---------- DATA PROVIDED
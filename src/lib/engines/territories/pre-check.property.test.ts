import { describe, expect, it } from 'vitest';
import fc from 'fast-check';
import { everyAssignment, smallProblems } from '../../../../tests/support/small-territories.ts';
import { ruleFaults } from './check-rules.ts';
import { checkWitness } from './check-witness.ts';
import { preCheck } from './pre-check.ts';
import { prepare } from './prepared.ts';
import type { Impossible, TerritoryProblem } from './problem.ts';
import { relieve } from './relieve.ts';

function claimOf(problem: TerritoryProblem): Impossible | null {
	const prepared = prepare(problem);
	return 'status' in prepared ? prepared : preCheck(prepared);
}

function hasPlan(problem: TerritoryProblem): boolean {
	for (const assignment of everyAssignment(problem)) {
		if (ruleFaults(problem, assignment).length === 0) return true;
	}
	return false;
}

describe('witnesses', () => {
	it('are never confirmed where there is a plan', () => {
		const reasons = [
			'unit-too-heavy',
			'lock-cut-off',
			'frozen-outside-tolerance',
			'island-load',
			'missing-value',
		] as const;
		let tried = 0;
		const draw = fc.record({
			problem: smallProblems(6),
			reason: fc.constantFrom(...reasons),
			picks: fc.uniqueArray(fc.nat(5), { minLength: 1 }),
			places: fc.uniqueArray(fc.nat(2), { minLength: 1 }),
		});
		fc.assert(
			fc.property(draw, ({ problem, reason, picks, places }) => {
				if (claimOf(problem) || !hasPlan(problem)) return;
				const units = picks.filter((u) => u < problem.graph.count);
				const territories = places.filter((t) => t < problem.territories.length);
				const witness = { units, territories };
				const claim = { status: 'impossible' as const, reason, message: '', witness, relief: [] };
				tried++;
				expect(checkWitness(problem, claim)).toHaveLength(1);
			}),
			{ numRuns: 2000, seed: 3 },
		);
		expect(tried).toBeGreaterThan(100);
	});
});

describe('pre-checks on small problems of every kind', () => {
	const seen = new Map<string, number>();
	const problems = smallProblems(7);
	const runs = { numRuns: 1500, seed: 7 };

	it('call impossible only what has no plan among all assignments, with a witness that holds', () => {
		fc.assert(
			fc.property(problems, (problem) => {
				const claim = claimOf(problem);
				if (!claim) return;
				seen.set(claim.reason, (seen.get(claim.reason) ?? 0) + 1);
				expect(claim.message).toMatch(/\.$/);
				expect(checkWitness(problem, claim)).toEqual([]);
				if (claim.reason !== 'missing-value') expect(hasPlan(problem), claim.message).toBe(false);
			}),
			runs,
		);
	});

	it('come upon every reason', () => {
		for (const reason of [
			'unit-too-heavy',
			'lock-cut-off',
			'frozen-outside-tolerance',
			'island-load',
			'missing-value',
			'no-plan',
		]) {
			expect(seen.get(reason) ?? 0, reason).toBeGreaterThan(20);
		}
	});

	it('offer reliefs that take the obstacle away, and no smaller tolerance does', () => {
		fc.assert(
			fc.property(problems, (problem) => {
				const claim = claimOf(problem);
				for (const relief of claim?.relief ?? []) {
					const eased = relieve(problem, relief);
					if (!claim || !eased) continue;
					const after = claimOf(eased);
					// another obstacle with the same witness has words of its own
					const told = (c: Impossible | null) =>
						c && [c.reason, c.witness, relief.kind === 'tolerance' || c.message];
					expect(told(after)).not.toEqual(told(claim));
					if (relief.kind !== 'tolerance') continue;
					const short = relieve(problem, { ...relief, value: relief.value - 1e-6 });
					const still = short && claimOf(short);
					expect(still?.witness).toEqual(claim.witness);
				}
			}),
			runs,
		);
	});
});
--------------------
---------- DATA PROVIDED
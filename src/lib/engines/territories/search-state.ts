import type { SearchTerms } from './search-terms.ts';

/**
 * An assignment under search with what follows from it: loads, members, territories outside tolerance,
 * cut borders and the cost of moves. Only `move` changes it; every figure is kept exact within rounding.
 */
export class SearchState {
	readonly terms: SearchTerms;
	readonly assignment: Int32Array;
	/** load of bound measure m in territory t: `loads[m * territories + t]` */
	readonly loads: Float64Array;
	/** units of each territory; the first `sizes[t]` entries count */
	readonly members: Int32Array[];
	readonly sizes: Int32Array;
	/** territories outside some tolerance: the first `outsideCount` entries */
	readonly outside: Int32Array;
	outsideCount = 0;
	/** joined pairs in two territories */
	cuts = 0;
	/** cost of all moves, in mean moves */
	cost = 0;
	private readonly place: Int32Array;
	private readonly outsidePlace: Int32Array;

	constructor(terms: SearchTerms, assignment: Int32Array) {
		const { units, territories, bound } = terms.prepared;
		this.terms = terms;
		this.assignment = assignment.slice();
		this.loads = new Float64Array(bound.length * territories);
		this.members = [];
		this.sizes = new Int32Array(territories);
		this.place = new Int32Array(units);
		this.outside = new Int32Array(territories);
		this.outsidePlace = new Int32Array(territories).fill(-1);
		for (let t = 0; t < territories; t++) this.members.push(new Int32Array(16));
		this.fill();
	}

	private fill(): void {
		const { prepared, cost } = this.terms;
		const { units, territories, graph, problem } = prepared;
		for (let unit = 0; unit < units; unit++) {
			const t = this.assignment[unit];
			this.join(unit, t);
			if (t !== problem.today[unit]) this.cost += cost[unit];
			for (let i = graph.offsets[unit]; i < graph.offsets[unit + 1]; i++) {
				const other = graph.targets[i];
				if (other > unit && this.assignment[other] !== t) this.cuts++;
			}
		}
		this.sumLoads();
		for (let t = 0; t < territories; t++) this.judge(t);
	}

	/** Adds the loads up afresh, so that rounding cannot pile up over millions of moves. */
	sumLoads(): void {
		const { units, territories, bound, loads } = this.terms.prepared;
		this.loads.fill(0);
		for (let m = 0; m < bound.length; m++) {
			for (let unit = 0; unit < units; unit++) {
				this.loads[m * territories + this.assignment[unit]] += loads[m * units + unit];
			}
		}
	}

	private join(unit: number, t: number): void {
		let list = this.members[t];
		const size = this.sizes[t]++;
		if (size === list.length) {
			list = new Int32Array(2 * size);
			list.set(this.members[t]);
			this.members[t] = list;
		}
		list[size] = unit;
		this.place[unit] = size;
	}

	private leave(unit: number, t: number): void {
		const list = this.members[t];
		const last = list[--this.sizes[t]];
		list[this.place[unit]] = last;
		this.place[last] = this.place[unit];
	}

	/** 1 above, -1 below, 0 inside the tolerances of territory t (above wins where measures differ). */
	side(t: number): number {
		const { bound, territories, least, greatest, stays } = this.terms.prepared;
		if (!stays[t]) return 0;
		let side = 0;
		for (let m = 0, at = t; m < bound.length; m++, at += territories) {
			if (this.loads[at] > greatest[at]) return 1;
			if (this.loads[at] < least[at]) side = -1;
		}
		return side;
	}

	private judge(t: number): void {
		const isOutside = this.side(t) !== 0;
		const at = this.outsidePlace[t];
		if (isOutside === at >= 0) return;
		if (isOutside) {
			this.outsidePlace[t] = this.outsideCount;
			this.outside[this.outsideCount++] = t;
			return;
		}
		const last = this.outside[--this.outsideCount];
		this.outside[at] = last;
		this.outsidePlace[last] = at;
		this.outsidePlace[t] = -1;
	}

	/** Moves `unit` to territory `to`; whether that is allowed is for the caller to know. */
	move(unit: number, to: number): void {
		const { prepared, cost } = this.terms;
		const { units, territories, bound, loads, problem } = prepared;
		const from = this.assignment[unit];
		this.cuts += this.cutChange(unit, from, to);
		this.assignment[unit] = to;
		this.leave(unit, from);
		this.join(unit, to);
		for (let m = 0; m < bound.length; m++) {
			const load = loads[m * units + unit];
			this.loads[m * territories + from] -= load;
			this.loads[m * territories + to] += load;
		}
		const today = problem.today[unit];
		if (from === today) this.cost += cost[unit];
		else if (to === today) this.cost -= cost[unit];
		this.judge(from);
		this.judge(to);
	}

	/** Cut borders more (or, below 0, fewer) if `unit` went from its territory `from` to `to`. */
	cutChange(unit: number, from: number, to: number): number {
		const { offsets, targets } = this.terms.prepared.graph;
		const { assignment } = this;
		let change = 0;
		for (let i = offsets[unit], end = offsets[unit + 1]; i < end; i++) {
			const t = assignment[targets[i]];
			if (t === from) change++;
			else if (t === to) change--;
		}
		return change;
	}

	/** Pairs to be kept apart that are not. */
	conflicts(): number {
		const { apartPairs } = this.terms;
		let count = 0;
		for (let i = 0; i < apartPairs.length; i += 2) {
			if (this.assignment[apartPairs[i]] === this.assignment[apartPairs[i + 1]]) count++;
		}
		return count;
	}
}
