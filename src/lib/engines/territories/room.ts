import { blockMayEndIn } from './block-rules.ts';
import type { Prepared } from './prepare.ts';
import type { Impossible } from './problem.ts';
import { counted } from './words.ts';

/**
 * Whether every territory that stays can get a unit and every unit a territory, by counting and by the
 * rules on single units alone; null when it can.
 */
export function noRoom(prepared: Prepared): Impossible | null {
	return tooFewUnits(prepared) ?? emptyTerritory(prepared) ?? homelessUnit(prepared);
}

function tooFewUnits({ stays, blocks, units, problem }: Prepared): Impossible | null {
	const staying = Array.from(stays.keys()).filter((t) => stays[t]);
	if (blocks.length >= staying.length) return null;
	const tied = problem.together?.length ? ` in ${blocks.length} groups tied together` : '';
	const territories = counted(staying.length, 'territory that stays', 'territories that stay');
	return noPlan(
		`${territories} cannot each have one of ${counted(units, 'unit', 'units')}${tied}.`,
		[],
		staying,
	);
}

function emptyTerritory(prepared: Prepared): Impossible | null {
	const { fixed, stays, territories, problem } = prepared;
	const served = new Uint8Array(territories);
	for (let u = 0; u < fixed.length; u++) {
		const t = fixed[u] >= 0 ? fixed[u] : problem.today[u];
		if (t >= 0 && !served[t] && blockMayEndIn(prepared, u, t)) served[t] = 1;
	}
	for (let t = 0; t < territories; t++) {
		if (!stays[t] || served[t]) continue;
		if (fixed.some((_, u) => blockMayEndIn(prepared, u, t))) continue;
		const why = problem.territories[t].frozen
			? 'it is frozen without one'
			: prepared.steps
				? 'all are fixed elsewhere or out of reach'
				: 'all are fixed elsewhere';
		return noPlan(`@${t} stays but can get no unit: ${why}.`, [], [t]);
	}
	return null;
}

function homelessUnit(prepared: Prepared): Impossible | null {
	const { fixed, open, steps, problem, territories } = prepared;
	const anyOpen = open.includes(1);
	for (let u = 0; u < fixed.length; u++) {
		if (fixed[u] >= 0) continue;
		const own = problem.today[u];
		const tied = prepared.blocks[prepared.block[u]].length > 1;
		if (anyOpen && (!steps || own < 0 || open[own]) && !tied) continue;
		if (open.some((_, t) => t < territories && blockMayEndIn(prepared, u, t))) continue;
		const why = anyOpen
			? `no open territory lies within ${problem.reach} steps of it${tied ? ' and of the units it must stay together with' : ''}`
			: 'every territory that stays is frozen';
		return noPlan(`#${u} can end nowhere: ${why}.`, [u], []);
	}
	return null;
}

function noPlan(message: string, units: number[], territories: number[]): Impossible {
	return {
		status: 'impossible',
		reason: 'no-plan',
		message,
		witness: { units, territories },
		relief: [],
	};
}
--------------------
---------- DATA PROVIDED
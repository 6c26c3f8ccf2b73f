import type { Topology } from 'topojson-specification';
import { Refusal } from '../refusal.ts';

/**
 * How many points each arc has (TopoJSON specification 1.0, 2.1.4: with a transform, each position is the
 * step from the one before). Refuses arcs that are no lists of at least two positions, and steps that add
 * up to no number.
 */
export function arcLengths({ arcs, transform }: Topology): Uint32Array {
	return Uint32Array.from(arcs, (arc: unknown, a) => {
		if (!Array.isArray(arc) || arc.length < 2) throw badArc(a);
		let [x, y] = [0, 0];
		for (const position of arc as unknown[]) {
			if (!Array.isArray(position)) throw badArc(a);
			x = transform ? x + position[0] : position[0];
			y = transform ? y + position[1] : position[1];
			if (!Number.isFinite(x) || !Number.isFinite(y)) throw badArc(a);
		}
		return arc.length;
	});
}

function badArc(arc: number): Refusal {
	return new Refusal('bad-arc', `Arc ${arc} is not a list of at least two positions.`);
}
--------------------
* [EXERCISE]:
Copy every line above that holds the word "uniqueArray".

* [TASK RESPONSE]:
			picks: fc.uniqueArray(fc.nat(5), { minLength: 1 }),
			places: fc.uniqueArray(fc.nat(2), { minLength: 1 }),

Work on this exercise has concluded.